The vanadium dioxide thin-film material grown with this method was used to make super-high-frequency switches, in collaboration with the Datta group at Penn State and Notre Dame, a technology important in communications. These switches show cut-off frequencies an order of magnitude higher than conventional devices. This work will be reported at the IEEE International Electron Device Meeting, the leading forum for reporting technological breakthroughs in the semiconductor and electronic device industry, in December.

"We are starting to realize that the class of materials exhibiting these on/off responses can be beneficial in various ways in information technology, such as increasing the robustness and energy efficiency of read/write and compute operations in memory, logic and communication devices," Engel-Herbert said. "When you can make high-quality vanadium dioxide on a wafer scale, people are going to have many excellent ideas on how it can be used."

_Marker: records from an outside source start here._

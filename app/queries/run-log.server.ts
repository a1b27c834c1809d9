import { Op } from 'sequelize';
import type { Actor } from '~/access/can';
import type { EventsAnswer, StoredEvent } from '~/fill/wire';
import type { WireEvent } from '~/fill/wire-events';
import { RunEvent } from '~/models/run-event.server';
import { requireRun } from './round-access.server';

/** Most events in one answer; `lastSeq` tells whether there are more. */
const longestAnswer = 2000;

/** The event as it was sent. */
export function toWireEvent(row: RunEvent): WireEvent {
  const { id, type, atMs, deviceSeq, deviceTime, offsetMs, suspect, body } = row;
  const stamp = { id, atMs, deviceSeq, deviceTime: deviceTime.toISOString(), offsetMs, suspect };
  return { type, ...stamp, ...body } as WireEvent;
}

/** A fill's log after the number `after`, by number. */
export async function loadLog(runId: string, after = 0, most?: number): Promise<StoredEvent[]> {
  const rows = await RunEvent.findAll({
    where: { runId, seq: { [Op.gt]: after } },
    order: [['seq', 'ASC']],
    ...(most === undefined ? {} : { limit: most }),
  });
  return rows.map((row) => ({
    seq: row.seq,
    side: row.side,
    deviceId: row.deviceId,
    event: toWireEvent(row),
  }));
}

/**
 * What a phone has not yet of a fill's log.
 * @param after the last number that the phone has; 0 for all
 * @throws Refusal `fill-not-found`, `not-allowed`
 */
export async function readEvents(
  actor: Actor,
  runId: string,
  after: number,
): Promise<EventsAnswer> {
  // The fill is read first: what is appended meanwhile shows as a lastSeq that is behind, never as
  // a gap, since numbers commit in their order.
  const run = await requireRun(actor, 'fill:see', runId);
  const events = await loadLog(runId, after, longestAnswer);
  const lastSeq = Math.max(run.lastSeq, events.at(-1)?.seq ?? 0);
  return { events, lastSeq, endedSeq: run.endedSeq };
}
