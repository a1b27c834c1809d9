import type { LowerBy } from './coach';
import { psi } from './flow';
import { readTee, readTire, withinTolerance } from './gauges';
import { type FillOutcome, noCoverage, readOutcome } from './outcome';
import type { PersonTraits } from './person-traits';
import { around, between, chance, type Dice } from './random';
import { activeTire, STEP_S, stepWorld, type World } from './world';

/** What a person takes along from tire to tire. */
export interface PersonMemory {
  rateKpaPerS: number;
}

type Doing = 'watch' | 'on' | 'hold' | 'off' | 'gauge' | 'lower' | 'stop' | 'bleed';

interface Person {
  world: World;
  dice: Dice;
  traits: PersonTraits;
  memory: PersonMemory;
  by: LowerBy | null;
  doing: Doing;
  until: number;
  elapsed: number;
  believedKpa: number;
  heldFrom: number;
  heldFor: number;
  /** Pump-downs since air last went in: patience makes people settle for less headroom. */
  tries: number;
  /** The compressor was heard to load: no pedal again before this. */
  trustsUntil: number;
  headroomAtStart: number;
  lookedAt: number;
  tee: number;
  /** The gauge a few seconds ago, to see which way it moves. */
  before: { at: number; kpa: number };
  rising: boolean;
  fastIdleAt: number;
  putOn: number;
  bled: boolean;
  done: boolean;
}

/** Nobody stays at one tire longer than this, s. */
const LONGEST_S = 3600;
/** A glance at the gauge, and the time over which a movement is seen, s. */
const GLANCE_S = 0.5;
const MOVEMENT_S = 4;
/** After the compressor has loaded nobody pumps again sooner than this, s. */
const TRUSTS_LOADING_S = 20;
/** No hiss from a chuck: noticed about this soon, s. */
const NOTICES_SILENCE_S = 10;
/** The least gain that a person takes for one, kPa. */
const SEEN_GAIN_KPA = psi(0.3);
/** How fast people believe that a pin in the core bleeds, kPa/s. */
const BLEED_GUESS_KPA_PER_S = psi(0.25);

export function startMemory(traits: PersonTraits, dice: Dice): PersonMemory {
  return { rateKpaPerS: psi(around(dice, traits.guessPsiPerS, traits.guessSigma)) };
}

/** Fills the active tire as such a person would. The world moves on with it. */
export function fillByEye(
  world: World,
  traits: PersonTraits,
  memory: PersonMemory,
  dice: Dice,
): Pick<FillOutcome, 'seconds' | 'done' | 'putOn' | 'bled'> {
  const person = newPerson(world, traits, memory, dice);
  while (!person.done && person.elapsed < LONGEST_S) step(person);
  return { seconds: person.elapsed, done: person.done, putOn: person.putOn, bled: person.bled };
}

/** The same with everything that the table counts. */
export function outcomeByEye(
  world: World,
  tire: number,
  perfectSeconds: number,
  fill: () => ReturnType<typeof fillByEye>,
): FillOutcome {
  const end = fill();
  return {
    ...readOutcome(world, tire, perfectSeconds),
    ...end,
    proven: end.done,
    saidUnreachable: false,
    overLimit: false,
    taps: 0,
    supplyBand: noCoverage(),
    tireBand: noCoverage(),
    adviseMs: [],
  };
}

function newPerson(world: World, traits: PersonTraits, memory: PersonMemory, dice: Dice): Person {
  const { lowerBy } = world.coach;
  return {
    world,
    dice,
    traits,
    memory: traits.learns ? memory : startMemory(traits, dice),
    by: lowerBy[0] ?? null,
    doing: 'watch',
    until: 0,
    elapsed: 0,
    believedKpa: readTire(world, dice),
    heldFrom: 0,
    heldFor: 0,
    tries: 0,
    trustsUntil: 0,
    headroomAtStart: 0,
    lookedAt: 0,
    tee: readTee(world, dice),
    before: { at: 0, kpa: readTee(world, dice) },
    rising: false,
    fastIdleAt: between(dice, 3, 8),
    putOn: 0,
    bled: false,
    done: false,
  };
}

function step(person: Person): void {
  stepWorld(person.world);
  person.elapsed += STEP_S;
  look(person);
  keepFastIdle(person);
  ACTS[person.doing](person);
}

function look(person: Person): void {
  if (person.elapsed - person.lookedAt < GLANCE_S) return;
  person.lookedAt = person.elapsed;
  person.tee = readTee(person.world, person.dice);
  if (person.elapsed - person.before.at < MOVEMENT_S) return;
  const seen = Math.max(psi(0.7), 0.6 * person.world.coach.tee.stepKpa);
  person.rising = person.tee > person.before.kpa + seen;
  person.before = { at: person.elapsed, kpa: person.tee };
}

function keepFastIdle(person: Person): void {
  const { world, dice } = person;
  if (world.speed === 'fast-idle' || world.pedal) return;
  if (!Number.isFinite(person.fastIdleAt)) {
    person.fastIdleAt = person.elapsed + between(dice, 3, 25);
  }
  if (person.elapsed < person.fastIdleAt) return;
  world.speed = 'fast-idle';
  person.fastIdleAt = Number.POSITIVE_INFINITY;
}

function begin(person: Person, doing: Doing, seconds: number): void {
  person.doing = doing;
  person.until = person.elapsed + seconds;
}

const ACTS: Record<Doing, (person: Person) => void> = {
  watch,
  on: (person) => after(person, putOn),
  hold,
  off: (person) => after(person, takeOff),
  gauge: (person) => after(person, gauge),
  lower,
  stop: (person) => after(person, stopLowering),
  bleed: (person) => after(person, endBleed),
};

function after(person: Person, act: (person: Person) => void): void {
  if (person.elapsed >= person.until) act(person);
}

function watch(person: Person): void {
  const { traits, dice } = person;
  if (person.elapsed - person.before.at > MOVEMENT_S || person.elapsed < MOVEMENT_S) return;
  const over = person.tee - person.believedKpa;
  const wanted = psi((person.rising ? traits.risingPsi : traits.restingPsi) - person.tries);
  if (over >= wanted) begin(person, 'on', between(dice, 1.5, 3.5));
  else if (!person.rising && person.by && person.elapsed > person.trustsUntil)
    begin(person, 'lower', between(dice, 2, 5));
}

function putOn(person: Person): void {
  const { world, dice, traits, memory } = person;
  world.chuck = chance(dice, 0.03) ? 'blocked' : 'open';
  person.putOn += 1;
  person.tries = 0;
  person.heldFrom = person.elapsed;
  person.headroomAtStart = Math.max(psi(1), person.tee - person.believedKpa);
  const needs = activeTire(world).targetKpa - person.believedKpa;
  const rate = memory.rateKpaPerS * Math.sqrt(traits.learns ? scale(person) : 1);
  const seconds = (traits.boldness * needs) / rate;
  const longest = person.putOn > 1 ? traits.longestHoldS : traits.longestFirstS;
  begin(person, 'hold', Math.min(longest, Math.max(3, seconds)));
}

/** An expert knows that a small difference fills slowly: rates are kept for 12 psi of headroom. */
function scale(person: Person): number {
  return Math.min(2, person.headroomAtStart / psi(12));
}

function hold(person: Person): void {
  const { world, memory, traits, dice } = person;
  const held = person.elapsed - person.heldFrom;
  if (world.chuck === 'blocked' && chance(dice, STEP_S / NOTICES_SILENCE_S)) world.chuck = 'open';
  const now = Math.min(activeTire(world).targetKpa, person.believedKpa + held * memory.rateKpaPerS);
  const near = held > 3 && person.tee < now + psi(traits.nearPsi) && !person.rising;
  if (near || person.elapsed >= person.until) begin(person, 'off', between(dice, 0.8, 2));
}

function takeOff(person: Person): void {
  person.world.chuck = 'off';
  person.heldFor = person.elapsed - person.heldFrom;
  begin(person, 'gauge', between(person.dice, 9, 15));
}

function gauge(person: Person): void {
  const { world, dice, memory } = person;
  const reading = readTire(world, dice);
  if (person.heldFor > 0) learn(person, reading - person.believedKpa);
  person.heldFor = 0;
  person.believedKpa = reading;
  const { targetKpa } = activeTire(world);
  if (withinTolerance(reading, world)) {
    person.done = true;
  } else if (reading > targetKpa) {
    world.bleeding = true;
    person.bled = true;
    const seconds = (reading - targetKpa) / BLEED_GUESS_KPA_PER_S;
    begin(person, 'bleed', Math.max(1, seconds * around(dice, 1, 0.3)));
  } else {
    begin(person, 'watch', 0);
  }
  memory.rateKpaPerS = Math.max(psi(0.01), memory.rateKpaPerS);
}

function learn(person: Person, gainKpa: number): void {
  const { memory, traits } = person;
  if (gainKpa < SEEN_GAIN_KPA) return;
  const seen = gainKpa / person.heldFor / Math.sqrt(traits.learns ? scale(person) : 1);
  memory.rateKpaPerS = traits.learns ? 0.3 * memory.rateKpaPerS + 0.7 * seen : seen;
}

function lower(person: Person): void {
  const { world, dice, by } = person;
  if (person.elapsed < person.until) return;
  if (by === 'pedal') world.pedal = true;
  if (by === 'drain') world.drain = true;
  if (world.loaded) begin(person, 'stop', between(dice, 1, 3));
}

function stopLowering(person: Person): void {
  person.world.pedal = false;
  person.world.drain = false;
  person.tries += 1;
  person.trustsUntil = person.elapsed + TRUSTS_LOADING_S;
  begin(person, 'watch', 0);
}

function endBleed(person: Person): void {
  person.world.bleeding = false;
  begin(person, 'gauge', between(person.dice, 5, 8));
}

Other researchers on this project were graduate students Lei Zhang, Debangshu Mukherjee, Ryan Haislmaier, and assistant professor Nasim Alem all in the Department of Materials Science and Engineering and the Materials Research Institute at Penn State, and Yuan-Xia Zheng, a graduate student in Physics.

The National Science Foundation and the Penn State Center for Nanoscale Science supported this work. Analysis and measurement was performed in the Penn State Materials Characterization Laboratory, a facility of the Materials Research Institute.